2005 Special Issue: Efficient information theoretic strategies for classifier combination, feature extraction and performance evaluation in improving false positives and false negatives for spam e-mail filtering

  • Authors:
  • V. Zorkadis;D. A. Karras;M. Panayotou

  • Affiliations:
  • Data Protection Authority and Hellenic Open University, Athens, Greece;Dept. Automation and Hellenic Open University, Chalkis Institute of Technology, Rodu 2, Ano Iliupolis, Athens 16342, Greece;Hellenic Open University, Athens, Greece

  • Venue:
  • Neural Networks - 2005 Special issue: IJCNN 2005
  • Year:
  • 2005

Quantified Score

Hi-index 0.00

Visualization

Abstract

Spam emails are considered as a serious privacy-related violation, besides being a costly, unsolicited communication. Various spam filtering techniques have been so far proposed, mainly based on Naive Bayesian algorithms. Other Machine Learning algorithms like Boosting trees, or Support Vector Machines (SVM) have already been used with success. However, the number of False Positives (FP) and False Negatives (FN) resulting through applying various spam e-mail filters still remains too high and the problem of spam e-mail categorization cannot be solved completely from a practical viewpoint. In this paper, we propose a novel approach for spam e-mail filtering based on efficient information theoretic techniques for integrating classifiers, for extracting improved features and for properly evaluating categorization accuracy in terms of FP and FN. The goal of the presented methodology is to empirically but explicitly minimize these FP and FN numbers by combining high-performance FP filters with high-performance FN filters emerging from a previous work of the authors [Zorkadis, V., Panayotou, M., & Karras, D. A. (2005).
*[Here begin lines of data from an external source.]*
import type { RunEdit } from '../../../shared/runs';
import type { Outcome, Run } from '../studies/study-types';
import { cellChange, mergeFields, type CellSpec, type RunChangeFields } from './run-cells';

/** Where a paste lands: the runs and columns in display order, starting at the focused cell. */
export interface PasteTarget {
  /** Run ids of the displayed rows from the focused row down (sorted/filtered as the user sees them). */
  rowIds: number[];
  /** Column ids of the displayed columns from the focused column rightwards. */
  colIds: string[];
}

export interface PastePlan {
  edits: RunEdit[];
  /** Each problem names the run and column and what to fix; any problem means nothing is sent. */
  errors: string[];
  cellCount: number;
}

/**
 * Lays a parsed block over the sheet from the focused cell and turns it into one batch of run edits.
 * All-or-nothing like the server's batch: a block that overhangs the sheet, covers a column that
 * cannot be edited or holds a bad value is refused whole, with every problem listed.
 */
export function planPaste(block: string[][], target: PasteTarget, runs: ReadonlyMap<number, Run>, specs: ReadonlyMap<string, CellSpec>, outcomes: Outcome[]): PastePlan {
  const errors: string[] = [];
  const width = Math.max(0, ...block.map((r) => r.length));
  if (block.length === 0 || width === 0) return { edits: [], errors: ['The clipboard holds no cells to paste'], cellCount: 0 };
  if (block.length > target.rowIds.length) {
    errors.push(`The block has ${block.length} rows but only ${target.rowIds.length} runs are shown from the focused row down`);
  }
  if (width > target.colIds.length) {
    errors.push(`The block has ${width} columns but only ${target.colIds.length} columns are shown from the focused column rightwards`);
  }
  if (errors.length) return { edits: [], errors, cellCount: 0 };

  for (let c = 0; c < width; c++) {
    const spec = specs.get(target.colIds[c]!);
    if (!spec || spec.kind === 'readonly') errors.push(`Column ${c + 1} of the block falls on "${spec?.label ?? target.colIds[c]}", which cannot be edited`);
  }
  if (errors.length) return { edits: [], errors, cellCount: 0 };

  const byRun = new Map<number, RunChangeFields>();
  let cellCount = 0;
  block.forEach((cells, r) => {
    const run = runs.get(target.rowIds[r]!);
    if (!run) {
      errors.push(`Row ${r + 1} of the block has no run to land on`);
      return;
    }
    if (run.removedAt !== null) {
      errors.push(`Run ${run.code} was removed; restore it before pasting into it`);
      return;
    }
    cells.forEach((text, c) => {
      const spec = specs.get(target.colIds[c]!)!;
      const change = cellChange(spec, text, outcomes);
      cellCount++;
      if ('error' in change) errors.push(`Run ${run.code}, ${spec.label}: ${change.error}`);
      else byRun.set(run.id, mergeFields(byRun.get(run.id) ?? {}, change.fields));
    });
  });
  if (errors.length) return { edits: [], errors, cellCount };
  const edits = [...byRun.entries()].map(([runId, fields]) => ({ ...fields, runId, version: runs.get(runId)!.version }));
  return { edits, errors, cellCount };
}
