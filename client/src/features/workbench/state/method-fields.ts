import type { MethodId } from "../../../../../shared/schemas/analysis";

/** What the placeholders need to show each default. */
export type FieldContext = { scale: number | null; targetContext: number | null; pairs: number | null };

export type MethodField = {
  key: string;
  label: string;
  kind: "number" | "boolean" | "list";
  /** The engine's default, shown as the placeholder; empty means the field is required. */
  placeholder: (ctx: FieldContext) => string;
  hint?: string;
};

const short = (x: number | null) => (x === null ? "" : String(Number(x.toPrecision(6))));
const factor: MethodField = {
  key: "factor",
  label: "Factor s",
  kind: "number",
  placeholder: (c) => (c.scale === null ? "L′ / L" : short(c.scale)),
  hint: "Default: target ÷ trained length.",
};

/** Plain names for the method picker and the legends. */
export const METHOD_LABELS: Record<MethodId, string> = {
  default: "Plain RoPE (no scaling)",
  linear: "Position interpolation (linear)",
  ntk: "NTK-aware base change",
  dynamic: "Dynamic NTK",
  yarn: "YaRN",
  llama3: "Band-smoothed (Llama 3.1 rule)",
  longrope: "Per-pair factors (LongRoPE)",
  base: "Adjusted base",
};

/** Each method's own inputs (shared/schemas/analysis.ts methodParamsSchema is the authority on ranges). */
export const METHOD_FIELDS: Record<MethodId, MethodField[]> = {
  default: [],
  linear: [factor],
  ntk: [factor],
  dynamic: [
    factor,
    { key: "sequenceLength", label: "Inference length l", kind: "number", placeholder: (c) => short(c.targetContext) || "L′", hint: "The running length the base is computed for; default the target." },
  ],
  yarn: [
    factor,
    { key: "betaFast", label: "β fast", kind: "number", placeholder: () => "32", hint: "Pairs with more rotations than this are kept." },
    { key: "betaSlow", label: "β slow", kind: "number", placeholder: () => "1", hint: "Pairs with fewer are interpolated by s." },
    { key: "truncate", label: "Round the ramp ends", kind: "boolean", placeholder: () => "true" },
    { key: "attentionFactor", label: "Attention factor", kind: "number", placeholder: (c) => (c.scale && c.scale > 1 ? short(0.1 * Math.log(c.scale) + 1) : "1"), hint: "Default 0.1·ln s + 1 (or from mscale)." },
    { key: "mscale", label: "mscale", kind: "number", placeholder: () => "unset" },
    { key: "mscaleAllDim", label: "mscale_all_dim", kind: "number", placeholder: () => "unset" },
  ],
  llama3: [
    factor,
    { key: "lowFreqFactor", label: "Low-frequency factor", kind: "number", placeholder: () => "1" },
    { key: "highFreqFactor", label: "High-frequency factor", kind: "number", placeholder: () => "4" },
  ],
  longrope: [
    { key: "longFactor", label: "Long factors", kind: "list", placeholder: (c) => `${c.pairs ?? "d/2"} numbers, used past the trained length` },
    { key: "shortFactor", label: "Short factors", kind: "list", placeholder: (c) => `${c.pairs ?? "d/2"} numbers, used within it` },
  ],
  base: [{ key: "base", label: "New base b′", kind: "number", placeholder: () => "e.g. 1000000", hint: "Required." }],
};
Improved spam e-mail filtering based on committee machines and information theoretic feature extraction. Proceedings of the International Joint Conference on Neural Networks, July 31-August 4, 2005, Montreal, Canada]. To this end, Random Committee-based filters along with ADTree-based ones are efficiently combined through information theory, respectively. The experiments conducted are of the most extensive ones so far in the literature, exploiting widely accepted benchmarking e-mail data sets and comparing the proposed methodology with the Naive Bayes spam filter as well as with the Boosting tree methodology, the classification via regression and other machine learning models. It is illustrated by means of novel information theoretic measures of FP & FN filtering performance that the proposed approach is very favorably compared to the other rival methods. Finally, it is found that the proposed information theoretic Boolean features present a remarkably high spam categorization performance.